Google enters the mobile market with iPhone rival

NEW YORK - Google will make its highly anticipated entrance into the mobile phone market with the launch of the G1, the first mobile device to use its Android operating system.

At a press conference in New York tomorrow, Google will launch the G1, made by Taiwan mobile phone manufacturer HTC and available exclusively on the T-Mobile network.

The phone is expected to cost about $199 (£108), or as much as Apple's 8GB iPhone. It could hit UK shelves by early December, ensuring a fierce mobile phone war before the lucrative Christmas season.
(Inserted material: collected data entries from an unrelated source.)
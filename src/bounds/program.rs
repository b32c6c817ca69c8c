//! The bound programs as second-order cone programs, solved by Clarabel (Goulart & Chen
//! 2024, "Clarabel: an interior-point solver for conic programs with quadratic objectives",
//! arXiv 2405.12762).
//!
//! Variables `x = (v', u, z)`: node values relative to a reference temperature `T_ref`
//! (the mean reading, for conditioning), the per-sensor model-error allowance `u`, and one
//! extra scalar `z` (the peak level `t`, or the scaled gradient `γ = G L_ref`). Clarabel's
//! standard form is `min qᵀx` subject to `A x + s = b`, `s ∈ K`; here `K` is a non-negative
//! orthant for
//!
//! - `|v_{j+1} − v_j| ≤ G h_e` (every node cell of every hidden edge),
//! - `|u_i| ≤ G a_i + b_i` (the allowance of `AdmissibleSet::allowance`: quasi-interpolation
//!   and series tail),
//! - `T_min ≤ v_j ≤ T_max` when stated, and the objective's own rows,
//!
//! followed by one second-order cone `‖W (H v + o + u − d)‖ ≤ √q` with `W = diag(1/σ)`
//! (Rust & Burrus 1972; Stark 1992).
//!
//! A bound is read conservatively from the primal and dual objectives: for a minimisation the
//! smaller of the two (weak duality makes the dual objective a lower bound of the optimum up to
//! the solver's feasibility tolerance, 1e-8 relative).

use super::set::AdmissibleSet;
use clarabel::algebra::CscMatrix;
use clarabel::solver::{
    DefaultSettingsBuilder, DefaultSolver, IPSolver, SolverStatus, SupportedConeT,
};

/// What a program optimises.
#[derive(Debug, Clone, Copy, PartialEq)]
pub enum Objective {
    /// The largest value of node `j` (kelvin).
    MaxNode(usize),
    /// The smallest value of node `j` (kelvin).
    MinNode(usize),
    /// The smallest possible maximum over all nodes (kelvin).
    MinPeak,
    /// The smallest gradient limit (K/m) for which the set is not empty.
    MinGradient,
}

/// The result of one program.
#[derive(Debug, Clone, PartialEq)]
pub enum Outcome {
    /// The optimal value (kelvin, or K/m for [`Objective::MinGradient`]).
    Value(f64),
    /// The admissible set is empty.
    Infeasible,
    /// The solver did not reach a certified answer.
    Failed(String),
}

/// The constraints shared by every program.
#[derive(Debug, Clone, Copy)]
pub struct Limits {
    /// Gradient limit, K/m (ignored by [`Objective::MinGradient`]).
    pub gradient: f64,
    /// `√q`: the misfit radius.
    pub radius: f64,
    /// Lowest admissible edge temperature, kelvin.
    pub t_min: Option<f64>,
    /// Highest admissible edge temperature, kelvin.
    pub t_max: Option<f64>,
}

/// Triplet assembly of `A` and `b`, row by row.
struct Rows {
    i: Vec<usize>,
    j: Vec<usize>,
    v: Vec<f64>,
    b: Vec<f64>,
}

impl Rows {
    fn push(&mut self, entries: &[(usize, f64)], rhs: f64) {
        let r = self.b.len();
        for &(j, v) in entries {
            if v != 0.0 {
                self.i.push(r);
                self.j.push(j);
                self.v.push(v);
            }
        }
        self.b.push(rhs);
    }
}

/// Where each variable of a bound program sits: node values `v'` (temperatures above
/// `t_ref`) at `0..n`, model-error terms `u_i` at `iu + i`, and the extra scalar (peak or
/// gradient) at `iz`.
struct Layout {
    n: usize,
    m: usize,
    iu: usize,
    iz: usize,
    nvar: usize,
    /// The reference temperature the node values are taken from (the mean reading), kelvin.
    t_ref: f64,
    /// The length that scales the gradient variable, metres.
    l_ref: f64,
}

impl Layout {
    fn new(set: &AdmissibleSet) -> Self {
        let n = set.node_count;
        let m = set.sensor_count();
        let t_ref = set.readings.iter().sum::<f64>() / m as f64;
        let l_ref = set
            .edges
            .iter()
            .map(|e| e.length_m)
            .fold(0.0_f64, f64::max)
            .max(1e-9);
        Layout {
            n,
            m,
            iu: n,
            iz: n + m,
            nvar: n + m + 1,
            t_ref,
            l_ref,
        }
    }
}

/// Solve one bound program over `set`: the optimum of `objective` over the admissible set
/// under `limits`, read conservatively from the primal and dual objectives.
pub fn solve(set: &AdmissibleSet, limits: Limits, objective: Objective) -> Outcome {
    let lay = Layout::new(set);
    let (rows, n_orthant) = constraints(set, limits, objective, &lay);
    let (m, nvar, iz, t_ref, l_ref) = (lay.m, lay.nvar, lay.iz, lay.t_ref, lay.l_ref);
    let nrows = rows.b.len();
    let a = CscMatrix::new_from_triplets(nrows, nvar, rows.i, rows.j, rows.v);
    let p = CscMatrix::zeros((nvar, nvar));
    let mut q = vec![0.0; nvar];
    match objective {
        Objective::MaxNode(j) => q[j] = -1.0,
        Objective::MinNode(j) => q[j] = 1.0,
        Objective::MinPeak | Objective::MinGradient => q[iz] = 1.0,
    }
    let cones = [
        SupportedConeT::NonnegativeConeT(n_orthant),
        SupportedConeT::SecondOrderConeT(m + 1),
    ];
    let Ok(settings) = DefaultSettingsBuilder::default()
        .verbose(false)
        .max_iter(200)
        .build()
    else {
        return Outcome::Failed("solver settings rejected".into());
    };
    let mut solver = match DefaultSolver::new(&p, &q, &a, &rows.b, &cones, settings) {
        Ok(s) => s,
        Err(e) => return Outcome::Failed(format!("solver setup failed: {e}")),
    };
    solver.solve();
    let sol = &solver.solution;
    match sol.status {
        SolverStatus::Solved | SolverStatus::AlmostSolved => {
            let low = sol.obj_val.min(sol.obj_val_dual);
            let value = match objective {
                // max v = −min(−v) ≤ −(dual objective)
                Objective::MaxNode(_) => t_ref - low,
                Objective::MinNode(_) | Objective::MinPeak => t_ref + low,
                Objective::MinGradient => (low / l_ref).max(0.0),
            };
            if value.is_finite() {
                Outcome::Value(value)
            } else {
                Outcome::Failed("the solver returned a non-finite value".into())
            }
        }
        SolverStatus::PrimalInfeasible | SolverStatus::AlmostPrimalInfeasible => {
            Outcome::Infeasible
        }
        other => Outcome::Failed(format!("the conic solver stopped: {other:?}")),
    }
}

/// The constraint rows `A x + s = b` of a bound program: first the non-negative orthant
/// (slopes or the gradient variable, the model-error allowance,
/// temperature limits, the peak variable), then the second-order cone of the misfit.
/// Returns the rows and the size of the orthant.
fn constraints(
    set: &AdmissibleSet,
    limits: Limits,
    objective: Objective,
    lay: &Layout,
) -> (Rows, usize) {
    let (n, m, iu, iz) = (lay.n, lay.m, lay.iu, lay.iz);
    let (t_ref, l_ref) = (lay.t_ref, lay.l_ref);
    let free_gradient = objective == Objective::MinGradient;
    let g = limits.gradient;
    let mut rows = Rows {
        i: Vec::new(),
        j: Vec::new(),
        v: Vec::new(),
        b: Vec::new(),
    };
    // slopes
    for e in &set.edges {
        let h = e.spacing_m;
        for j in e.first..e.first + e.positions_m.len() - 1 {
            for sign in [1.0, -1.0] {
                if free_gradient {
                    rows.push(&[(j + 1, sign), (j, -sign), (iz, -h / l_ref)], 0.0);
                } else {
                    rows.push(&[(j + 1, sign), (j, -sign)], g * h);
                }
            }
        }
    }
    // model-error allowance
    let (per_gradient, fixed) = set.allowance();
    for i in 0..m {
        for sign in [1.0, -1.0] {
            if free_gradient {
                rows.push(&[(iu + i, sign), (iz, -per_gradient[i] / l_ref)], fixed[i]);
            } else {
                rows.push(&[(iu + i, sign)], g * per_gradient[i] + fixed[i]);
            }
        }
    }
    // temperature limits
    for j in 0..n {
        if let Some(t) = limits.t_max {
            rows.push(&[(j, 1.0)], t - t_ref);
        }
        if let Some(t) = limits.t_min {
            rows.push(&[(j, -1.0)], t_ref - t);
        }
    }
    match objective {
        Objective::MinPeak => {
            for j in 0..n {
                rows.push(&[(j, 1.0), (iz, -1.0)], 0.0);
            }
        }
        Objective::MinGradient => rows.push(&[(iz, -1.0)], 0.0),
        Objective::MaxNode(_) | Objective::MinNode(_) => {}
    }
    let n_orthant = rows.b.len();
    // the cone: (√q, W (H v' + o' + u − d))
    rows.push(&[], limits.radius);
    for i in 0..m {
        let w = 1.0 / set.sigmas[i];
        let hrow = &set.h[i * n..(i + 1) * n];
        let o = set.offset[i] + t_ref * hrow.iter().sum::<f64>();
        let mut entries: Vec<(usize, f64)> =
            hrow.iter().enumerate().map(|(j, &a)| (j, w * a)).collect();
        entries.push((iu + i, w));
        rows.push(&entries, w * (set.readings[i] - o));
    }
    (rows, n_orthant)
}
The hype surrounding the phone comes from what lies inside -- Google's Android operating system -- which will run Google's wide range of web applications such as Google Maps, Gmail and Google's newest brainchild, the Chrome browser. It will essentially enable millions of mobile phone users uncompromised internet access.
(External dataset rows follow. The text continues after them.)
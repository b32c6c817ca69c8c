//! Sensor-layout design: choose where the sensors go before anything is drilled, and score a
//! layout by the uncertainty it will leave along the hidden edges (`docs/design.md`).
//!
//! A design uses the forward model and the smoothness prior of the inversion: the readings
//! are `d = A c + e`, `e ~ N(0, σ²)`, and the coefficients have the prior of [`prior`]
//! (the inversion's penalty read as a Gaussian prior, scaled to the variation the
//! experimenter expects). Everything is linear and Gaussian, so the posterior covariance of a
//! layout, `C = (Σ₀⁻¹ + Aᵀ W² A)⁻¹`, is known before any reading exists; it gives:
//!
//! * the predicted standard deviation of the reconstructed profile at every point of every
//!   unknown edge, `√diag(P C Pᵀ)` (`P` the profile map), and the band half-width `z · sd` at
//!   the case's confidence;
//! * the resolution length along each edge, from the posterior resolution matrix
//!   `R = C AᵀW²A = I − C Σ₀⁻¹` through [`crate::estimate::resolution::resolution_length_at`];
//! * the criteria `information` (`log det(C⁻¹) − log det Σ₀⁻¹`, twice the expected
//!   information gain in nats), `edge` (the mean of `diag(P C Pᵀ)` over the edge points) and
//!   `worst` (its maximum, reported as a standard deviation);
//! * the condition number of the weighted sensor map `W A`.
//!
//! [`DesignSpace::design`] chooses a layout by greedy selection and exchange ([`search`])
//! among the feasible candidates ([`candidates`]); [`DesignSpace::evaluate`] scores a given
//! layout. The outputs (`layout.csv`, `design.json`, the text summary and `design.svg`) are
//! rendered from a [`DesignResult`] by `report::design`, which sits above this module.
//!
//! The predicted spread is that of the posterior-mean estimate with the strength fixed at
//! the prior's equivalent `λ = 1/τ²`, for profiles drawn from the prior; `estimate` chooses
//! its strength from the readings, so its bands differ: [`DesignSpace::estimate_check`]
//! states by how much, on simulated readings of prior-like and of rougher edges
//! (`docs/design.md`, "What `estimate` will give").

pub mod candidates;
pub mod prior;
pub mod search;

pub use candidates::{Constraints, random_layout, uniform_layout};
pub use prior::Prior;
pub use search::{Goal, SearchOutcome};

use crate::case::{CandidateSource, Case, Sensor};
use crate::error::{Error, Result};
use crate::estimate::SAFETY_CAUTION;
use crate::estimate::resolution::{resolution_length_at, worst_resolution};
use crate::forward::{ForwardModel, LinearMap, SeriesOptions};
use crate::geometry::{Edge, Plate, Point};
use crate::noise::NoiseSpec;
use crate::units::Units;
use nalgebra::{DMatrix, DVector};
use serde::Serialize;
use statrs::distribution::{ContinuousCDF, Normal};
Furthermore, Android's "open source" platform means that anyone will be able to create applications to use and personalise their phone. These applications will be available for download anywhere on the web, unlike Apple's iPhone, which requires users to download applications through the iTunes store.

Since Apple began offering downloadable applications for the iPhone in July, over 3,000 have been created totalling over 100m downloads.

The G1 will feature a touchscreen, much like the iPhone, a slide-out "Qwerty" keyboard and camera, and may also include a GPS chip to boost its maps application.

Reactions from internet users and bloggers have been mixed but mostly positive.

Commenter Bhasker Raj on a New York Times blog about Android said: "Google always has something new up its sleeve to surprise everyone in the industry. Long live Google."

HTC expects to ship between 600,000 and 700,000 units of the new phone this year, however analysts have reduced that figure to 300,000 and 500,000.